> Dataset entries
Start of Block

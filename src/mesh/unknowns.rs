//! From pieces to elements with numbered unknowns and ports.

use super::divide::Piece;
use super::{Element, EndCurrent, Mesh, Port};
use crate::layout::{Earth, FeedLeg, Layout, Point};

/// Number the currents: N element ends at a junction share N − 1 unknowns (N where it is bonded to a perfect earth).
pub(super) fn number(layout: &Layout, pieces: &[Vec<Piece>], extra_gaps: &[(usize, f64, f64)]) -> Mesh {
    let mut elements = Vec::new();
    let mut conductor_elements = Vec::new();
    let mut nodes = Nodes::new(layout);
    for (index, conductor) in layout.conductors.iter().enumerate() {
        let first = elements.len();
        let count = pieces[index].len();
        for (k, piece) in pieces[index].iter().enumerate() {
            let start_node = if k == 0 { nodes.at_vertex(index, 0) } else { nodes.last };
            let end_node = match piece.end_vertex {
                Some(vertex) => nodes.at_vertex(index, vertex),
                None => nodes.fresh(),
            };
            debug_assert!(k + 1 < count || piece.end_vertex == Some(conductor.points.len() - 1));
            elements.push(element(layout, index, piece, start_node, end_node));
        }
        conductor_elements.push(first..elements.len());
    }
    let unknowns = assign_currents(&mut elements, &nodes);
    let ports = ports(layout, &elements, &conductor_elements, extra_gaps);
    Mesh { elements, unknowns, ports, conductor_elements }
}

fn element(layout: &Layout, conductor: usize, piece: &Piece, start_node: usize, end_node: usize) -> Element {
    let c = &layout.conductors[conductor];
    let along: Point = piece.end - piece.start;
    let length_m = along.norm();
    let middle_up = 0.5 * (piece.start.z + piece.end.z);
    Element {
        conductor,
        from_m: piece.from_m,
        to_m: piece.to_m,
        start: piece.start,
        end: piece.end,
        tangent: along / length_m,
        length_m,
        radius_m: c.radius_m,
        jacket: c.jacket,
        conductivity_s_per_m: c.conductivity_s_per_m,
        degree: piece.degree,
        start_current: EndCurrent::new(),
        end_current: EndCurrent::new(),
        first_inner: 0,
        start_node,
        end_node,
        below: matches!(layout.earth, Earth::Soil(_)) && middle_up < 0.0,
    }
}

/// Node numbers: one for each junction, one for every other vertex or cut.
struct Nodes {
    junction_of: Vec<Vec<Option<usize>>>,
    to_earth: Vec<bool>,
    last: usize,
}

impl Nodes {
    fn new(layout: &Layout) -> Self {
        let mut junction_of: Vec<Vec<Option<usize>>> =
            layout.conductors.iter().map(|c| vec![None; c.points.len()]).collect();
        for (node, junction) in layout.junctions.iter().enumerate() {
            for &(conductor, vertex) in &junction.members {
                junction_of[conductor][vertex] = Some(node);
            }
        }
        let to_earth = layout.junctions.iter().map(|j| j.to_earth).collect();
        Self { junction_of, to_earth, last: 0 }
    }

    fn fresh(&mut self) -> usize {
        self.to_earth.push(false);
        self.last = self.to_earth.len() - 1;
        self.last
    }

    fn at_vertex(&mut self, conductor: usize, vertex: usize) -> usize {
        match self.junction_of[conductor][vertex] {
            Some(node) => {
                self.last = node;
                node
            }
            None => self.fresh(),
        }
    }
}

/// Give each element its end currents and inner unknowns; returns the number of unknowns.
fn assign_currents(elements: &mut [Element], nodes: &Nodes) -> usize {
    let mut ends: Vec<Vec<(usize, bool)>> = vec![Vec::new(); nodes.to_earth.len()];
    for (k, e) in elements.iter().enumerate() {
        ends[e.start_node].push((k, true));
        ends[e.end_node].push((k, false));
    }
    let mut next = 0;
    let mut done = vec![false; ends.len()];
    for k in 0..elements.len() {
        for node in [elements[k].start_node, elements[k].end_node] {
            if !done[node] {
                done[node] = true;
                next = share_node(elements, &ends[node], nodes.to_earth[node], next);
            }
        }
        elements[k].first_inner = next;
        next += elements[k].degree - 1;
    }
    next
}

/// Outflow o of an end is +I at an element's start and −I at its end; free outflows are the unknowns, the first end balances.
fn share_node(elements: &mut [Element], ends: &[(usize, bool)], to_earth: bool, first: usize) -> usize {
    let mut set = |&(k, at_start): &(usize, bool), outflow: EndCurrent| {
        if at_start {
            elements[k].start_current = outflow;
        } else {
            elements[k].end_current = outflow.into_iter().map(|(u, f)| (u, -f)).collect();
        }
    };
    if to_earth {
        for (n, end) in ends.iter().enumerate() {
            set(end, vec![(first + n, 1.0)]);
        }
        return first + ends.len();
    }
    if ends.len() > 1 {
        set(&ends[0], (0..ends.len() - 1).map(|n| (first + n, -1.0)).collect());
    }
    for (n, end) in ends.iter().skip(1).enumerate() {
        set(end, vec![(first + n, 1.0)]);
    }
    first + ends.len().saturating_sub(1)
}

fn ports(
    layout: &Layout,
    elements: &[Element],
    ranges: &[std::ops::Range<usize>],
    extra_gaps: &[(usize, f64, f64)],
) -> Vec<Port> {
    let within = |conductor: usize, from: f64, to: f64, sign: f64| -> Vec<(usize, f64)> {
        let slack = 1e-9 * (1.0 + to.abs());
        ranges[conductor]
            .clone()
            .filter(|&k| elements[k].from_m > from - slack && elements[k].to_m < to + slack)
            .map(|k| (k, sign * elements[k].length_m / (to - from)))
            .collect()
    };
    let feed = layout.feed.hot.iter().flat_map(|leg| {
        let (from, to) = feed_gap(layout, leg);
        within(leg.conductor, from, to, if leg.forward { 1.0 } else { -1.0 })
    });
    let mut out = vec![Port { elements: feed.collect() }];
    out.extend(layout.parts.iter().map(|p| Port { elements: within(p.conductor, p.from_m, p.to_m, 1.0) }));
    out.extend(extra_gaps.iter().map(|&(c, from, to)| Port { elements: within(c, from, to, 1.0) }));
    out
}

/// Interval along the conductor that the feed gap takes on a hot leg, m.
pub(super) fn feed_gap(layout: &Layout, leg: &FeedLeg) -> (f64, f64) {
    let at = layout.conductors[leg.conductor].distances_m()[leg.vertex];
    if leg.forward { (at, at + layout.feed.gap_m) } else { (at - layout.feed.gap_m, at) }
}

End of Block

If a line comes after the one containing "ports(layout, &elements, &conductor_elements, extra_gaps);", leave it out; set down every line of the data before it, and that line itself, exactly.

> Result of the task
filename src/mesh/unknowns.rs
//! From pieces to elements with numbered unknowns and ports.

use super::divide::Piece;
use super::{Element, EndCurrent, Mesh, Port};
use crate::layout::{Earth, FeedLeg, Layout, Point};

/// Number the currents: N element ends at a junction share N − 1 unknowns (N where it is bonded to a perfect earth).
pub(super) fn number(layout: &Layout, pieces: &[Vec<Piece>], extra_gaps: &[(usize, f64, f64)]) -> Mesh {
    let mut elements = Vec::new();
    let mut conductor_elements = Vec::new();
    let mut nodes = Nodes::new(layout);
    for (index, conductor) in layout.conductors.iter().enumerate() {
        let first = elements.len();
        let count = pieces[index].len();
        for (k, piece) in pieces[index].iter().enumerate() {
            let start_node = if k == 0 { nodes.at_vertex(index, 0) } else { nodes.last };
            let end_node = match piece.end_vertex {
                Some(vertex) => nodes.at_vertex(index, vertex),
                None => nodes.fresh(),
            };
            debug_assert!(k + 1 < count || piece.end_vertex == Some(conductor.points.len() - 1));
            elements.push(element(layout, index, piece, start_node, end_node));
        }
        conductor_elements.push(first..elements.len());
    }
    let unknowns = assign_currents(&mut elements, &nodes);
    let ports = ports(layout, &elements, &conductor_elements, extra_gaps);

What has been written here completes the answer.